To back up, the Seaport Market came about through a complicated financing deal. The market itself was to be run by a for-profit vendors’ co-operative, which rented the space from the Port of Halifax, a federal crown corporation. But it took about $6.5 million to renovate the old pier and warehouse. To find that money, a separate non-profit co-operative was set up to receive funds from various sources.

Schwartz, represents yet a third cooperative called the Farmers’ Market Investment Cooperative, which solicited investments through a Community Development Investment Fund---a provincial program that gives tax breaks in return for investments in local projects like the farmers’ market. About 500 people invested $1.7 million for the Seaport Market. About $1.45 million of that went as an upfront payment to the port, for a 26-year lease on the property. The balance went to professional fees.

The investors range from “rich south enders” to “just people who wanted to put $50 or $100 in,” says Schwartz, including, for disclosure’s sake, some Coast staff. That money in hand, the federal, provincial and city governments contributed an additional $5 million to make the market a reality.

Problem was, “everybody did a little less due diligence than they should have,” says Schwartz,. Especially problematic was the idea the market could turn a profit immediately. “It was unrealistic to think that a three-hour farmers’ market could immediately turn into a seven-day-a-week operation,” says Schwartz,.

With lacklustre revenues, the market fell behind on its operational costs.

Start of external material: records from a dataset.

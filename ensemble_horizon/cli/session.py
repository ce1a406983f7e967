"""What all commands share: options, logs on stderr, progress, and errors as one clear message."""

from __future__ import annotations

import functools
import logging
import sys
import traceback
from collections.abc import Callable, Iterator
from contextlib import contextmanager
from time import monotonic
from typing import Any, NoReturn

import click
from rich.console import Console
from rich.progress import BarColumn, Progress, TaskID, TextColumn, TimeRemainingColumn

from ensemble_horizon.errors import EnsembleHorizonError

_PATIENCE = 2.0  # seconds before a progress bar is worth showing


def common_options(function: Callable[..., Any]) -> Callable[..., Any]:
    """Add ``--quiet``, ``--verbose`` and ``--debug``, and turn errors into messages."""

    @click.option("--quiet", "-q", is_flag=True, help="No progress and no tables.")
    @click.option("--verbose", "-v", is_flag=True, help="Log the duration of each stage.")
    @click.option("--debug", is_flag=True, help="Show where an error came from.")
    @functools.wraps(function)
    def wrapped(*args: Any, quiet: bool, verbose: bool, debug: bool, **options: Any) -> Any:
        _start_logs(quiet, verbose or debug)
        try:
            return function(*args, quiet=quiet, **options)
        except EnsembleHorizonError as error:
            _stop(str(error), error.exit_status, debug)
        except click.exceptions.Exit:
            raise
        except click.ClickException:
            raise
        except (KeyboardInterrupt, click.Abort):
            _stop("stopped; nothing half-written was left", 130, debug)
        except MemoryError:
            _stop(
                "memory: expected enough for one block of all members; found none left. "
                "Next: lower engine.block_memory_mib or engine.workers.", 1, debug,
            )  # fmt: skip
        except Exception as error:
            _stop(
                f"a fault of ours: {type(error).__name__}: {error}. "
                "Next: run again with --debug and report what it prints.", 1, debug,
            )  # fmt: skip

    return wrapped


def _start_logs(quiet: bool, verbose: bool) -> None:
    level = logging.ERROR if quiet else logging.INFO if verbose else logging.WARNING
    handler = logging.StreamHandler(sys.stderr)
    handler.setFormatter(logging.Formatter("%(asctime)s %(levelname)s %(message)s"))
    root = logging.getLogger("ensemble_horizon")
    root.handlers[:] = [handler]
    root.setLevel(level)
    root.propagate = False


def _stop(message: str, status: int, debug: bool) -> NoReturn:
    if debug:
        traceback.print_exc()
    click.echo(f"ensemble-horizon: {message}", err=True)
    raise SystemExit(status)


def console() -> Console:
    """Where tables are printed; wide enough for a table when stdout is no terminal."""
    if sys.stdout.isatty():
        return Console()
    return Console(width=150)


class Bars:
    """Progress bars on stderr, shown once the work has taken two seconds."""

    def __init__(self, bars: Progress | None) -> None:
        self._bars = bars
        self._tasks: dict[str, TaskID] = {}
        self._begun = monotonic()

    def __call__(self, stage: str, done: float, total: float) -> None:
        """Note that ``done`` of ``total`` of a stage is done."""
        if self._bars is None or monotonic() - self._begun < _PATIENCE:
            return
        if stage not in self._tasks:
            self._tasks[stage] = self._bars.add_task(stage, total=total)
            self._bars.start()
        self._bars.update(self._tasks[stage], completed=done, total=total)
        self._bars.refresh()


@contextmanager
def progress(quiet: bool) -> Iterator[Bars]:
    """Progress bars for the block; none with ``--quiet`` or where stderr is no terminal."""
    target = Console(stderr=True)
    if quiet or not target.is_terminal:
        yield Bars(None)
        return
    bars = Progress(
        TextColumn("{task.description}"), BarColumn(), TextColumn("{task.percentage:3.0f}%"),
        TimeRemainingColumn(), console=target, transient=True,
        auto_refresh=False,  # no thread of its own: worker processes are copies of this one
    )  # fmt: skip
    try:
        yield Bars(bars)
    finally:
        bars.stop()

Last fall, a consultant was hired to study the market and recommend changes, and Schwartz, is confident those changes will result in the market turning a profit “in five or 10 years.” But to deal with the immediate financial crisis, this week the vendors’ co-operative is turning over the lease of the facility, back to the port, which will become the direct landlord for each vendor.

However, says Schwartz,, his group was never brought into the conversation. Until this week, he’s had no communication with the port, and he’s dissatisfied with the response he’s gotten this week.

“Basically, they’re saying we’re toast,” he says. Schwartz, plans to address the investors in a meeting called for Wednesday evening, after The Coast goes to print. Asked to comment on the port, Swartz is diplomatic. “They’re not the bad guys here,” he begins. But later he suggest the port is living up to its obligations. “They’re meeting the legal standard, which is the minimum,” he says. “But there are moral and ethical standards that are higher than the legal standards. We’re part owners. Why are you freezing us out? You have our money.”

Still, no matter what happens to the investors’ money, Schwartz, is enthusiastic about the market: “I go there every Sunday.”